--- The input Enclosed Below ---
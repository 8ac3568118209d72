//! Gusts at any height.

use super::{Density, octuples};
use crate::covariance::kernel::{Estimate, InvalidParameter, positive};
use crate::covariance::spectral::Tail;
use std::f64::consts::TAU;
use std::fmt;

/// f G(f) = 2/3 x² / (1 + x²)^(4/3), x = f L / U, of unit area: A. G. Davenport (1961), The spectrum of horizontal
/// gustiness near the ground in high winds, Q. J. R. Meteorol. Soc. 87 (from memory). It begins with a power of the
/// frequency, so it leaves out the slow part of the wind.
#[derive(Clone, Copy, Debug, PartialEq)]
pub struct Davenport {
    length: f64,
    mean_speed: f64,
}

impl Davenport {
    /// Davenport's length scale, in m.
    pub const LENGTH: f64 = 1200.0;

    /// From the length scale in m and the mean speed in m/s.
    pub fn new(length: f64, mean_speed: f64) -> Result<Self, InvalidParameter> {
        const NAME: &str = "davenport";
        Ok(Self {
            length: positive(NAME, "length", length)?,
            mean_speed: positive(NAME, "mean_speed", mean_speed)?,
        })
    }

    /// x over omega, in s.
    fn time(&self) -> f64 {
        self.length / (TAU * self.mean_speed)
    }
}

impl Density for Davenport {
    fn density(&self, omega: f64) -> f64 {
        let x = self.time() * omega;
        let form = if x > 1.0 {
            // x/(1 + x²)^(4/3), whose square would leave the range of a double.
            x.powf(-5.0 / 3.0) * (1.0 + 1.0 / (x * x)).powf(-4.0 / 3.0)
        } else {
            x * (1.0 + x * x).powf(-4.0 / 3.0)
        };
        2.0 / 3.0 * self.time() * form
    }

    /// 1: the only finite one.
    fn moment(&self, _order: u32) -> Estimate {
        Estimate::closed(1.0)
    }

    fn tail(&self) -> Tail {
        Tail::Power(5.0 / 3.0)
    }

    fn head(&self) -> f64 {
        1.0
    }

    fn grid(&self) -> Vec<f64> {
        octuples(1.0 / self.time())
    }
}

impl fmt::Display for Davenport {
    fn fmt(&self, out: &mut fmt::Formatter<'_>) -> fmt::Result {
        let Self { length, mean_speed } = self;
        write!(out, "davenport(length: {length} m, mean_speed: {mean_speed} m/s)")
    }
}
--- End of Enclosed The input ---
■ Prompt ■
All of the records above should be repeated exactly.

■ Result of this exercise ■
repository 8ac3568118209d72
//! Gusts at any height.

use super::{Density, octuples};
use crate::covariance::kernel::{Estimate, InvalidParameter, positive};
use crate::covariance::spectral::Tail;
use std::f64::consts::TAU;
use std::fmt;

/// f G(f) = 2/3 x² / (1 + x²)^(4/3), x = f L / U, of unit area: A. G. Davenport (1961), The spectrum of horizontal
/// gustiness near the ground in high winds, Q. J. R. Meteorol. Soc. 87 (from memory). It begins with a power of the
/// frequency, so it leaves out the slow part of the wind.
#[derive(Clone, Copy, Debug, PartialEq)]
pub struct Davenport {
    length: f64,
    mean_speed: f64,
}

impl Davenport {
    /// Davenport's length scale, in m.
    pub const LENGTH: f64 = 1200.0;

    /// From the length scale in m and the mean speed in m/s.
    pub fn new(length: f64, mean_speed: f64) -> Result<Self, InvalidParameter> {
        const NAME: &str = "davenport";
        Ok(Self {
            length: positive(NAME, "length", length)?,
            mean_speed: positive(NAME, "mean_speed", mean_speed)?,
        })
    }

    /// x over omega, in s.
    fn time(&self) -> f64 {
        self.length / (TAU * self.mean_speed)
    }
}

impl Density for Davenport {
    fn density(&self, omega: f64) -> f64 {
        let x = self.time() * omega;
        let form = if x > 1.0 {
            // x/(1 + x²)^(4/3), whose square would leave the range of a double.
            x.powf(-5.0 / 3.0) * (1.0 + 1.0 / (x * x)).powf(-4.0 / 3.0)
        } else {
            x * (1.0 + x * x).powf(-4.0 / 3.0)
        };
        2.0 / 3.0 * self.time() * form
    }

    /// 1: the only finite one.
    fn moment(&self, _order: u32) -> Estimate {
        Estimate::closed(1.0)
    }

    fn tail(&self) -> Tail {
        Tail::Power(5.0 / 3.0)
    }

    fn head(&self) -> f64 {
        1.0
    }

    fn grid(&self) -> Vec<f64> {
        octuples(1.0 / self.time())
    }
}

impl fmt::Display for Davenport {
    fn fmt(&self, out: &mut fmt::Formatter<'_>) -> fmt::Result {
        let Self { length, mean_speed } = self;
        write!(out, "davenport(length: {length} m, mean_speed: {mean_speed} m/s)")
    }
}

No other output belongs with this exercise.